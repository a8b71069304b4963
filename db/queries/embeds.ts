import { and, asc, desc, eq, gte, isNull, sql } from "drizzle-orm";
import { type Database, prepared } from "../client";
import { embeds, embedUsage, embedVersions } from "../schema/embeds";
import { teams } from "../schema/organisation";

const DAY_MS = 86_400_000;

export interface EmbedRow {
  readonly id: string;
  readonly teamId: string;
  /** The team's short name. */
  readonly team: string;
  readonly teamName: string;
  readonly name: string;
  readonly origins: string[];
  readonly monthQuota: number;
  readonly publishedVersion: number | null;
  readonly createdAt: number;
  readonly createdBy: string;
  readonly withdrawnAt: number | null;
}

export interface EmbedVersionRow {
  readonly embedId: string;
  readonly number: number;
  readonly definition: unknown;
  readonly createdAt: number;
  readonly createdBy: string;
  readonly savedAt: number;
  readonly publishedAt: number | null;
  readonly publishedBy: string | null;
  readonly restores: number | null;
}

const columns = {
  id: embeds.id,
  teamId: embeds.teamId,
  team: teams.slug,
  teamName: teams.name,
  name: embeds.name,
  origins: embeds.origins,
  monthQuota: embeds.monthQuota,
  publishedVersion: embeds.publishedVersion,
  createdAt: embeds.createdAt,
  createdBy: embeds.createdBy,
  withdrawnAt: embeds.withdrawnAt,
};

export function insertEmbed(db: Database, row: Omit<EmbedRow, "team" | "teamName">): void {
  db.insert(embeds)
    .values({ ...row })
    .run();
}

/** One widget, whoever owns it: asked for by every page that shows one, and by every call of one. */
export function embedById(db: Database, id: string): EmbedRow | undefined {
  return prepared(db, "embeds.byId", (db) =>
    db
      .select(columns)
      .from(embeds)
      .innerJoin(teams, eq(teams.id, embeds.teamId))
      .where(eq(embeds.id, sql.placeholder("id")))
      .prepare(),
  ).get({ id });
}

/** Widgets of some teams, newest first; of all teams where none are named. */
export function listEmbeds(db: Database, teamIds?: readonly string[]): EmbedRow[] {
  return db
    .select(columns)
    .from(embeds)
    .innerJoin(teams, eq(teams.id, embeds.teamId))
    .orderBy(desc(embeds.createdAt), desc(embeds.id))
    .all()
    .filter(({ teamId }) => teamIds === undefined || teamIds.includes(teamId));
}

export interface EmbedSettings {
  readonly name: string;
  readonly origins: string[];
  readonly monthQuota: number;
}

export function changeEmbed(db: Database, id: string, settings: EmbedSettings): void {
  db.update(embeds)
    .set({ ...settings })
    .where(eq(embeds.id, id))
    .run();
}

/** Which version pages show from now on; withdrawn widgets are back with it. */
export function showVersion(db: Database, id: string, publishedVersion: number): void {
  db.update(embeds).set({ publishedVersion, withdrawnAt: null }).where(eq(embeds.id, id)).run();
}

/** @returns whether it was not withdrawn before. */
export function markWithdrawn(db: Database, id: string, at: number): boolean {
  const { changes } = db
    .update(embeds)
    .set({ withdrawnAt: at })
    .where(and(eq(embeds.id, id), isNull(embeds.withdrawnAt)))
    .run();
  return changes > 0;
}

export function insertVersion(db: Database, row: EmbedVersionRow): void {
  db.insert(embedVersions)
    .values({ ...row })
    .run();
}

export function embedVersion(db: Database, embedId: string, number: number): EmbedVersionRow | undefined {
  return prepared(db, "embeds.version", (db) =>
    db
      .select()
      .from(embedVersions)
      .where(
        and(
          eq(embedVersions.embedId, sql.placeholder("embedId")),
          eq(embedVersions.number, sql.placeholder("number")),
        ),
      )
      .prepare(),
  ).get({ embedId, number });
}

/** The versions of a widget, newest first. */
export function embedHistory(db: Database, embedId: string): EmbedVersionRow[] {
  return db
    .select()
    .from(embedVersions)
    .where(eq(embedVersions.embedId, embedId))
    .orderBy(desc(embedVersions.number))
    .all();
}

export function saveDraft(
  db: Database,
  embedId: string,
  number: number,
  draft: { readonly definition: unknown; readonly savedAt: number },
): void {
  db.update(embedVersions)
    .set({ ...draft })
    .where(and(eq(embedVersions.embedId, embedId), eq(embedVersions.number, number)))
    .run();
}

export function markPublished(
  db: Database,
  embedId: string,
  number: number,
  published: { readonly publishedAt: number; readonly publishedBy: string },
): void {
  db.update(embedVersions)
    .set({ ...published })
    .where(and(eq(embedVersions.embedId, embedId), eq(embedVersions.number, number)))
    .run();
}

export function deleteDraft(db: Database, embedId: string, number: number): void {
  db.delete(embedVersions)
    .where(
      and(
        eq(embedVersions.embedId, embedId),
        eq(embedVersions.number, number),
        isNull(embedVersions.publishedAt),
      ),
    )
    .run();
}

/** Counts one call of a widget. Call it in the transaction that counts the call itself. */
export function countEmbedCall(
  db: Database,
  call: {
    readonly embedId: string;
    readonly at: number;
    readonly host: string;
    readonly computations: number;
    readonly status: number;
  },
): void {
  prepared(db, "embeds.count", (db) =>
    db
      .insert(embedUsage)
      .values({
        embedId: sql.placeholder("embedId"),
        day: sql`${sql.placeholder("day")}`,
        host: sql.placeholder("host"),
        requests: sql`1`,
        computations: sql`${sql.placeholder("computations")}`,
        refused: sql`${sql.placeholder("refused")}`,
      })
      .onConflictDoUpdate({
        target: [embedUsage.embedId, embedUsage.day, embedUsage.host],
        set: {
          requests: sql`requests + 1`,
          computations: sql`computations + excluded.computations`,
          refused: sql`refused + excluded.refused`,
        },
      })
      .prepare(),
  ).run({
    embedId: call.embedId,
    day: Math.floor(call.at / DAY_MS),
    host: call.host,
    computations: call.computations,
    refused: call.status >= 400 ? 1 : 0,
  });
}

/** Adds what a call cost that was counted before: a field solution knows at its end. */
export function addEmbedComputations(
  db: Database,
  {
    embedId,
    host,
    at,
    computations,
  }: {
    readonly embedId: string;
    readonly host: string;
    readonly at: number;
    readonly computations: number;
  },
): void {
  db.insert(embedUsage)
    .values({ embedId, day: Math.floor(at / DAY_MS), host, requests: 0, computations, refused: 0 })
    .onConflictDoUpdate({
      target: [embedUsage.embedId, embedUsage.day, embedUsage.host],
      set: { computations: sql`computations + ${computations}` },
    })
    .run();
}

export interface EmbedUsageRow {
  readonly embedId: string;
  /** `2025-03-01`, UTC. */
  readonly day: string;
  readonly host: string;
  readonly requests: number;
  readonly computations: number;
  readonly refused: number;
}

/** Usage of one widget, or of all, since a moment (Unix ms), oldest day first. */
export function embedUsageSince(db: Database, since: number, embedId?: string): EmbedUsageRow[] {
  return db
    .select()
    .from(embedUsage)
    .where(
      and(
        gte(embedUsage.day, Math.floor(since / DAY_MS)),
        embedId === undefined ? undefined : eq(embedUsage.embedId, embedId),
      ),
    )
    .orderBy(asc(embedUsage.day), asc(embedUsage.host))
    .all()
    .map((row) => ({ ...row, day: new Date(row.day * DAY_MS).toISOString().slice(0, 10) }));
}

:: What you have to do ::
Copy each record exactly, leaving nothing out.

:: Finished exercise ::
repository a8b71069304b4963
filename db/queries/embeds.ts
import { and, asc, desc, eq, gte, isNull, sql } from "drizzle-orm";
import { type Database, prepared } from "../client";
import { embeds, embedUsage, embedVersions } from "../schema/embeds";
import { teams } from "../schema/organisation";

const DAY_MS = 86_400_000;

export interface EmbedRow {
  readonly id: string;
  readonly teamId: string;
  /** The team's short name. */
  readonly team: string;
  readonly teamName: string;
  readonly name: string;
  readonly origins: string[];
  readonly monthQuota: number;
  readonly publishedVersion: number | null;
  readonly createdAt: number;
  readonly createdBy: string;
  readonly withdrawnAt: number | null;
}

export interface EmbedVersionRow {
  readonly embedId: string;
  readonly number: number;
  readonly definition: unknown;
  readonly createdAt: number;
  readonly createdBy: string;
  readonly savedAt: number;
  readonly publishedAt: number | null;
  readonly publishedBy: string | null;
  readonly restores: number | null;
}

const columns = {
  id: embeds.id,
  teamId: embeds.teamId,
  team: teams.slug,
  teamName: teams.name,
  name: embeds.name,
  origins: embeds.origins,
  monthQuota: embeds.monthQuota,
  publishedVersion: embeds.publishedVersion,
  createdAt: embeds.createdAt,
  createdBy: embeds.createdBy,
  withdrawnAt: embeds.withdrawnAt,
};

export function insertEmbed(db: Database, row: Omit<EmbedRow, "team" | "teamName">): void {
  db.insert(embeds)
    .values({ ...row })
    .run();
}

/** One widget, whoever owns it: asked for by every page that shows one, and by every call of one. */
export function embedById(db: Database, id: string): EmbedRow | undefined {
  return prepared(db, "embeds.byId", (db) =>
    db
      .select(columns)
      .from(embeds)
      .innerJoin(teams, eq(teams.id, embeds.teamId))
      .where(eq(embeds.id, sql.placeholder("id")))
      .prepare(),
  ).get({ id });
}

/** Widgets of some teams, newest first; of all teams where none are named. */
export function listEmbeds(db: Database, teamIds?: readonly string[]): EmbedRow[] {
  return db
    .select(columns)
    .from(embeds)
    .innerJoin(teams, eq(teams.id, embeds.teamId))
    .orderBy(desc(embeds.createdAt), desc(embeds.id))
    .all()
    .filter(({ teamId }) => teamIds === undefined || teamIds.includes(teamId));
}

export interface EmbedSettings {
  readonly name: string;
  readonly origins: string[];
  readonly monthQuota: number;
}

export function changeEmbed(db: Database, id: string, settings: EmbedSettings): void {
  db.update(embeds)
    .set({ ...settings })
    .where(eq(embeds.id, id))
    .run();
}

/** Which version pages show from now on; withdrawn widgets are back with it. */
export function showVersion(db: Database, id: string, publishedVersion: number): void {
  db.update(embeds).set({ publishedVersion, withdrawnAt: null }).where(eq(embeds.id, id)).run();
}

/** @returns whether it was not withdrawn before. */
export function markWithdrawn(db: Database, id: string, at: number): boolean {
  const { changes } = db
    .update(embeds)
    .set({ withdrawnAt: at })
    .where(and(eq(embeds.id, id), isNull(embeds.withdrawnAt)))
    .run();
  return changes > 0;
}

export function insertVersion(db: Database, row: EmbedVersionRow): void {
  db.insert(embedVersions)
    .values({ ...row })
    .run();
}

export function embedVersion(db: Database, embedId: string, number: number): EmbedVersionRow | undefined {
  return prepared(db, "embeds.version", (db) =>
    db
      .select()
      .from(embedVersions)
      .where(
        and(
          eq(embedVersions.embedId, sql.placeholder("embedId")),
          eq(embedVersions.number, sql.placeholder("number")),
        ),
      )
      .prepare(),
  ).get({ embedId, number });
}

/** The versions of a widget, newest first. */
export function embedHistory(db: Database, embedId: string): EmbedVersionRow[] {
  return db
    .select()
    .from(embedVersions)
    .where(eq(embedVersions.embedId, embedId))
    .orderBy(desc(embedVersions.number))
    .all();
}

export function saveDraft(
  db: Database,
  embedId: string,
  number: number,
  draft: { readonly definition: unknown; readonly savedAt: number },
): void {
  db.update(embedVersions)
    .set({ ...draft })
    .where(and(eq(embedVersions.embedId, embedId), eq(embedVersions.number, number)))
    .run();
}

export function markPublished(
  db: Database,
  embedId: string,
  number: number,
  published: { readonly publishedAt: number; readonly publishedBy: string },
): void {
  db.update(embedVersions)
    .set({ ...published })
    .where(and(eq(embedVersions.embedId, embedId), eq(embedVersions.number, number)))
    .run();
}

export function deleteDraft(db: Database, embedId: string, number: number): void {
  db.delete(embedVersions)
    .where(
      and(
        eq(embedVersions.embedId, embedId),
        eq(embedVersions.number, number),
        isNull(embedVersions.publishedAt),
      ),
    )
    .run();
}

/** Counts one call of a widget. Call it in the transaction that counts the call itself. */
export function countEmbedCall(
  db: Database,
  call: {
    readonly embedId: string;
    readonly at: number;
    readonly host: string;
    readonly computations: number;
    readonly status: number;
  },
): void {
  prepared(db, "embeds.count", (db) =>
    db
      .insert(embedUsage)
      .values({
        embedId: sql.placeholder("embedId"),
        day: sql`${sql.placeholder("day")}`,
        host: sql.placeholder("host"),
        requests: sql`1`,
        computations: sql`${sql.placeholder("computations")}`,
        refused: sql`${sql.placeholder("refused")}`,
      })
      .onConflictDoUpdate({
        target: [embedUsage.embedId, embedUsage.day, embedUsage.host],
        set: {
          requests: sql`requests + 1`,
          computations: sql`computations + excluded.computations`,
          refused: sql`refused + excluded.refused`,
        },
      })
      .prepare(),
  ).run({
    embedId: call.embedId,
    day: Math.floor(call.at / DAY_MS),
    host: call.host,
    computations: call.computations,
    refused: call.status >= 400 ? 1 : 0,
  });
}

/** Adds what a call cost that was counted before: a field solution knows at its end. */
export function addEmbedComputations(
  db: Database,
  {
    embedId,
    host,
    at,
    computations,
  }: {
    readonly embedId: string;
    readonly host: string;
    readonly at: number;
    readonly computations: number;
  },
): void {
  db.insert(embedUsage)
    .values({ embedId, day: Math.floor(at / DAY_MS), host, requests: 0, computations, refused: 0 })
    .onConflictDoUpdate({
      target: [embedUsage.embedId, embedUsage.day, embedUsage.host],
      set: { computations: sql`computations + ${computations}` },
    })
    .run();
}

export interface EmbedUsageRow {
  readonly embedId: string;
  /** `2025-03-01`, UTC. */
  readonly day: string;
  readonly host: string;
  readonly requests: number;
  readonly computations: number;
  readonly refused: number;
}

/** Usage of one widget, or of all, since a moment (Unix ms), oldest day first. */
export function embedUsageSince(db: Database, since: number, embedId?: string): EmbedUsageRow[] {
  return db
    .select()
    .from(embedUsage)
    .where(
      and(
        gte(embedUsage.day, Math.floor(since / DAY_MS)),
        embedId === undefined ? undefined : eq(embedUsage.embedId, embedId),
      ),
    )
    .orderBy(asc(embedUsage.day), asc(embedUsage.host))
    .all()
    .map((row) => ({ ...row, day: new Date(row.day * DAY_MS).toISOString().slice(0, 10) }));
}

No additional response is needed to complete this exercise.